# Thoughts on GND Filters?



## Cory (Jul 12, 2017)

So I'm getting the hang of HDR, but have been looking into GND filters since that's a whole set of tools too; (possibly as a complement and not instead of?).
Recently got a Breakthrough Photography 6-Stop ND Filter and am really impressed by the quality. At least up there with the best of them.
Viewed their filter instructional video and really learned a lot. Going with a 2-stop soft and 3-stop reverse seem to really make a ton of sense so I'm considering waiting for their release or possibly a Lee 2-stop and Singh-Ray 3-stop reverse.
With that, though, any thoughts in general of using GND's - for the usual sunsets/sunrises, bright skies, etc.?
THANKS!!!


----------



## privatebydesign (Jul 12, 2017)

Funny you should ask that!

Just been on a thread where I suggested they are not overly useful given the power and quality of good luminosity mask programs.


----------



## Zeidora (Jul 12, 2017)

It comes down to whether you prefer to fuss and fiddle when shooting, or fuss and fiddle when processing.

I'm a bit old-school having grown up on slides, where there is very little room for error. Accordingly, I prefer to get the bulk of the adjustments done while pressing the shutter, and just do fine scale adjustments in post. I'd like to be in bulk part of the exposure within about half a stop. I have and use a set of 100 mm GND Lee filters, have a set of 150 mm Breakthrough GNDs on order. Never used the reverse ones, though. 

I have used a bit of HDR and it is very useful in highly structured high contrast images. It is not either/or, but use the right tool at the right time.

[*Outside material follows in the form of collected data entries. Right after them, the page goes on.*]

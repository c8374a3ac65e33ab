"""Calibrations and runs as they are read: facts, tables, checks, curves of errors."""

from collections.abc import Mapping, Sequence
from datetime import datetime
from typing import Any

from server.drawing.error_curve import CurveWords, ErrorPoint, error_curve
from server.lab.calibration.check import Check
from server.lab.calibration.told import Told, read_told
from server.lab.sheet_facts import BALANCE, BURETTE, FLASK, PIPETTE, THERMOMETER
from server.lab.states import REPLACED, due_state
from server.metrology.rounding import rounded, rounding_exponent, significant
from server.records.queries.list_stores import KeptCalibration
from server.sheets.instruments import CalibrationView, CheckView, ErrorTable, RunView, UsedView
from server.sheets.parts.kept_files import file_view
from server.sheets.parts.telling import (
    last_day_words,
    moment_words,
    quantity_words,
    typed_day_words,
)
from server.sheets.stores import Fact

ADDED = "Correction, added to the reading"
_STATED = {
    "linearity": "Linearity of one reading",
    "error_u": "Uncertainty of the corrections",
    "capacity": "Capacity",
    "delivery": "Bound of one delivered volume",
    "volume": "Volume at 20 °C",
    "glass_expansion": "Cubic expansion of the glass",
    "reading": "One reading",
    "temperature": "Air temperature",
    "pressure": "Air pressure",
    "humidity": "Relative humidity",
    "minimum_g": "Smallest mass",
    "slope_percent": "Slope",
    "u_slope_percent": "u of the slope",
    "offset_mV": "Offset at pH 7",
    "u_offset_mV": "u of the offset",
}
_PLAIN_UNITS = {
    "glass_expansion": "/K", "minimum_g": "g", "slope_percent": "% of Nernst",
    "u_slope_percent": "%", "offset_mV": "mV", "u_offset_mV": "mV",
}  # fmt: skip
_HEADS = {
    BALANCE: ("load, g", "added, g"),
    BURETTE: ("reading, mL", "added, mL"),
    THERMOMETER: ("reading, °C", "added, °C"),
}
_COMPUTED = ("u", "half_width")
_UNITS = {BALANCE: "g", BURETTE: "mL", THERMOMETER: "°C"}
#: Which statement bounds the corrections of a table, by kind.
_BOUND = {BALANCE: "error_u", BURETTE: "delivery", THERMOMETER: "reading"}


def calibration_view(
    kind: str, name: str, one: KeptCalibration, *, now: datetime, zone: str, serves: bool
) -> CalibrationView:
    """Return a calibration of an instrument."""
    row = one.row
    recorded = Fact("Recorded", f"{moment_words(row.made_at, zone)} by {one.recorded_by}")
    run = row.run or {}
    table = error_table(kind, row.document)
    told = read_told(run["told"]) if run else None
    state = due_state(due_at=row.due_at, held=False, now=now) if serves else REPLACED
    return CalibrationView(
        version=row.version,
        url=f"/instruments/{row.instrument_id}/calibrations/{row.version}",
        certificate=row.certificate_number,
        issuer=row.issuer,
        done_on=typed_day_words(row.done_on),
        due=last_day_words(row.due_at, zone),
        due_basis=row.due_basis,
        state=state,
        verdict=str(run.get("verdict") or ""),
        facts=(*stated_facts(kind, _shortened(row.document) if run else row.document), recorded),
        table=table,
        checks=check_views(run.get("checks") or ()),
        curve=curve_of_run(name, told) if told else curve_of_table(kind, name, row.document),
        file=file_view(one.file, zone) if one.file else None,
        has_run=bool(run),
        serves=serves,
    )


def run_view(name: str, run: Mapping[str, Any]) -> RunView:
    """Return a run as its calibration keeps it."""
    told = read_told(run["told"])
    return told_view(
        name, told, check_views(run["checks"]), verdict=str(run["verdict"]),
        used=run["used"], reason=str(run.get("reason") or ""),
    )  # fmt: skip


def told_view(
    name: str,
    told: Told,
    checks: tuple[CheckView, ...],
    *,
    verdict: str,
    used: Sequence[Mapping[str, Any]],
    reason: str = "",
) -> RunView:
    """Return a run's outcome as it is read."""
    return RunView(
        verdict=verdict,
        facts=tuple(Fact(label, value) for label, value in told.facts),
        heads=told.heads,
        rows=told.rows,
        volumes=told.volumes,
        checks=checks,
        curve=curve_of_run(name, told),
        budget_of=told.budget_of,
        budget=told.budget,
        used=tuple(_used(one) for one in used),
        reason=reason,
    )


def check_views(checks: Sequence[Mapping[str, Any]]) -> tuple[CheckView, ...]:
    """Return checks as they were kept, what fails first."""
    order = {"fails": 0, "look": 1}
    views = [
        CheckView(
            name=one["name"],
            verdict=one["verdict"],
            says=one["says"],
            figure=one["figure_text"],
            limit=one["limit_text"],
            basis=one["basis"],
            rule=one["rule"],
        )
        for one in checks
    ]
    return tuple(sorted(views, key=lambda one: order.get(one.verdict, 2)))


def judged_views(checks: Sequence[Check]) -> tuple[CheckView, ...]:
    """Return checks that were just made."""
    return check_views([one.to_document() for one in checks])


def stated_facts(kind: str, document: Mapping[str, Any]) -> list[Fact]:
    """Return what a calibration states for use, digit by digit."""
    labels = _STATED | ({"delivery": "Volume at 20 °C"} if kind in {PIPETTE, FLASK} else {})
    facts = []
    for key, label in labels.items():
        stated = document.get(key)
        if isinstance(stated, Mapping):
            facts.append(Fact(label, quantity_words(stated)))
        elif stated:
            facts.append(Fact(label, f"{stated} {_PLAIN_UNITS.get(key, '')}".strip()))
    return facts


def _shortened(document: Mapping[str, Any]) -> dict[str, Any]:
    """Return what a run states, to be read: computed uncertainties to three digits."""
    shown: dict[str, Any] = {}
    for key, value in document.items():
        shown[key] = value
        if isinstance(value, Mapping):
            short = {k: significant(float(value[k]), 3) for k in _COMPUTED if value.get(k)}
            if value.get("u") and value.get("value"):
                last = rounding_exponent(float(value["u"]), digits=3)
                short["value"] = rounded(float(value["value"]), last)
            shown[key] = {**value, **short}
    if shown.get("minimum_g"):
        shown["minimum_g"] = significant(float(shown["minimum_g"]), 3)
    return shown


def error_table(kind: str, document: Mapping[str, Any]) -> ErrorTable | None:
    """Return the table of what is added to readings, or None where there is none."""
    rows = document.get("error_table")
    if not rows or kind not in _HEADS:
        return None
    return ErrorTable(ADDED, _HEADS[kind], tuple(tuple(str(cell) for cell in row) for row in rows))


def curve_of_run(name: str, told: Told) -> str:
    """Return the curve of errors of a run as a picture, empty where it has none."""
    if not told.curve:
        return ""
    points = [ErrorPoint(one.reading, one.correction, one.U) for one in told.curve]
    return error_curve(points, told=CurveWords(name, told.unit), limit=told.limit)


def curve_of_table(kind: str, name: str, document: Mapping[str, Any]) -> str:
    """Return the curve of a table that a certificate states, with U = 2 u where u is stated."""
    rows = document.get("error_table")
    if not rows or kind not in _UNITS:
        return ""
    bound = document.get(_BOUND[kind])
    U = 2.0 * float(bound["u"]) if isinstance(bound, Mapping) and bound.get("u") else 0.0
    points = [ErrorPoint(float(at), float(added), U) for at, added in rows]
    return error_curve(points, told=CurveWords(name, _UNITS[kind]), limit=None)


def _used(one: Mapping[str, Any]) -> UsedView:
    return UsedView(
        kind=one["kind"],
        name=one["name"],
        url=f"/instruments/{one['instrument_id']}/calibrations/{one['version']}",
        certificate=f"{one['certificate_number']}, version {one['version']}",
    )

Sometimes HDR is the answer, sometimes filters is the answer.


----------



## jeffa4444 (Jul 12, 2017)

privatebydesign said:


> Funny you should ask that!
> 
> Just been on a thread where I suggested they are not overly useful given the power and quality of good luminosity mask programs.



They give quite different results in my experience and Ive used both frequently.


----------